太阳高悬。
虽然现在临近炎季末,正午的日光却依然烈烈,在这样的情况下行走,无疑会消耗大量的水分,所以沈漱流并不打算白天赶路。
而这正好方便了雄狮部落,不消半日,金狮厉就看到了他痛恨已久的黑狼部落众人。
哦,还有那群小兔子的气息。
金狮厉一声嗤笑,他说那群兔子去哪了呢,原来跟黑狼部落的那些兽人混在一起了,真是好啊,一个两个的,都叛变了,真不错。
金狮厉可不是豺那些阴险小人,他不打算玩阴的,他要光明正大地把那些渣滓踩在脚下。
威猛的金狮在林中横冲直撞,眨眼之间就从林中冲出,金色的鬓发飒飒风动,犹如一颗灼灼烈日,正以燎原之势撞向黑狼部落众人。

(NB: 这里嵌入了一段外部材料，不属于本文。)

"""A desk on a pseudo-terminal: bytes in at a known moment, bytes out as they come."""

from __future__ import annotations

import fcntl
import os
import pty
import re
import signal
import struct
import subprocess
import sys
import termios
import threading
import time
from collections.abc import Iterator
from contextlib import contextmanager
from pathlib import Path

from support.running import COMMAND, SOON_S, STARTS_S, wait_for

KEYS = {
    "f1": b"\x1bOP", "f2": b"\x1bOQ", "f3": b"\x1bOR", "f4": b"\x1bOS", "f5": b"\x1b[15~",
    "f6": b"\x1b[17~", "f7": b"\x1b[18~", "f8": b"\x1b[19~", "f9": b"\x1b[20~",
    "f10": b"\x1b[21~", "f11": b"\x1b[23~", "f12": b"\x1b[24~", "shift+f8": b"\x1b[19;2~",
    "insert": b"\x1b[2~", "delete": b"\x1b[3~", "home": b"\x1b[H", "end": b"\x1b[F",
    "pageup": b"\x1b[5~", "pagedown": b"\x1b[6~", "up": b"\x1b[A", "down": b"\x1b[B",
    "right": b"\x1b[C", "left": b"\x1b[D", "enter": b"\r", "escape": b"\x1b", "tab": b"\t",
    "backspace": b"\x7f", "space": b" ",
}  # fmt: skip
_ESCAPES = re.compile(
    rb"\x1b(?:\[[0-9;?<>=]*[ -/]*[@-~]|[PX^_].*?\x1b\\|\][^\x07\x1b]*(?:\x07|\x1b\\)|.)"
)


class PtyDesk:
    """One desk process; what it wrote since `mark` can be searched."""

    def __init__(self, show: Path, size: tuple[int, int] = (120, 40), **env: str) -> None:
        self._ours, theirs = pty.openpty()
        columns, rows = size
        fcntl.ioctl(theirs, termios.TIOCSWINSZ, struct.pack("HHHH", rows, columns, 0, 0))
        self.process = subprocess.Popen(
            [*COMMAND, "desk", str(show)],
            stdin=theirs,
            stdout=theirs,
            stderr=theirs,
            start_new_session=True,
            env={**os.environ, "TERM": "xterm-256color", **env},
        )
        os.close(theirs)
        self._said = bytearray()
        self._mark = 0
        self._frozen = threading.Event()
        threading.Thread(target=self._read, daemon=True).start()

    def press(self, key: str) -> float:
        """Send a key, by name or as a sign; the moment it was sent, on the monotonic clock."""
        self._mark = len(self._said)
        at_s = time.monotonic()
        os.write(self._ours, KEYS.get(key) or key.encode())
        return at_s

    def said(self) -> str:
        """Text that it wrote since the last press."""
        return _ESCAPES.sub(b"", bytes(self._said[self._mark :])).decode(errors="replace")

    def shows(self, text: str, timeout_s: float = SOON_S) -> None:
        """Wait until it has written `text` since the last press."""
        wait_for(lambda: text in self.said(), f"the desk to show {text!r}", timeout_s)

    def read_caution(self) -> None:
        """Close the caution that a desk begins with."""
        self.shows("I have read this", STARTS_S)
        self.press("enter")
        self.shows("no GO yet")

    def end(self) -> None:
        """Kill it."""
        self.process.send_signal(signal.SIGKILL)
        self.process.wait(SOON_S)
        os.close(self._ours)

    def freeze(self) -> None:
        """Read nothing more of what it writes, and wait until it is blocked by that."""
        self._frozen.set()
        wait_for(self._full, "the desk to be blocked in writing")

    def _full(self) -> bool:
        """True when the terminal's buffer of 4096 bytes takes no more."""
        waiting = fcntl.ioctl(self._ours, termios.FIONREAD, bytes(4))
        return int.from_bytes(waiting, sys.byteorder) >= 4000

    def _read(self) -> None:
        try:
            while not self._frozen.is_set() and (data := os.read(self._ours, 65_536)):
                self._said += data
        except OSError:
            return


@contextmanager
def pty_desk(show: Path, **env: str) -> Iterator[PtyDesk]:
    """A desk that is gone when the block is left."""
    desk = PtyDesk(show, **env)
    try:
        yield desk
    finally:
        desk.end()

金狮发出一声凌厉的狮吼,轰轰震天,惊掠了一群鸟兽,而在其后,万狮齐暗,同样庞大健壮的狮群,犹如众星拱月,追随他们的首领冲锋陷阵。
狮群速度极快,仿佛离弦之利箭,直刺向沈漱流的眉心。
虽然沈漱流早就料到和雄狮部落必有一战,却没想到这么快,等黑狼部落的警戒兽人发现狮群时,已经来不及绸缪,就已经和狮群正面刚上。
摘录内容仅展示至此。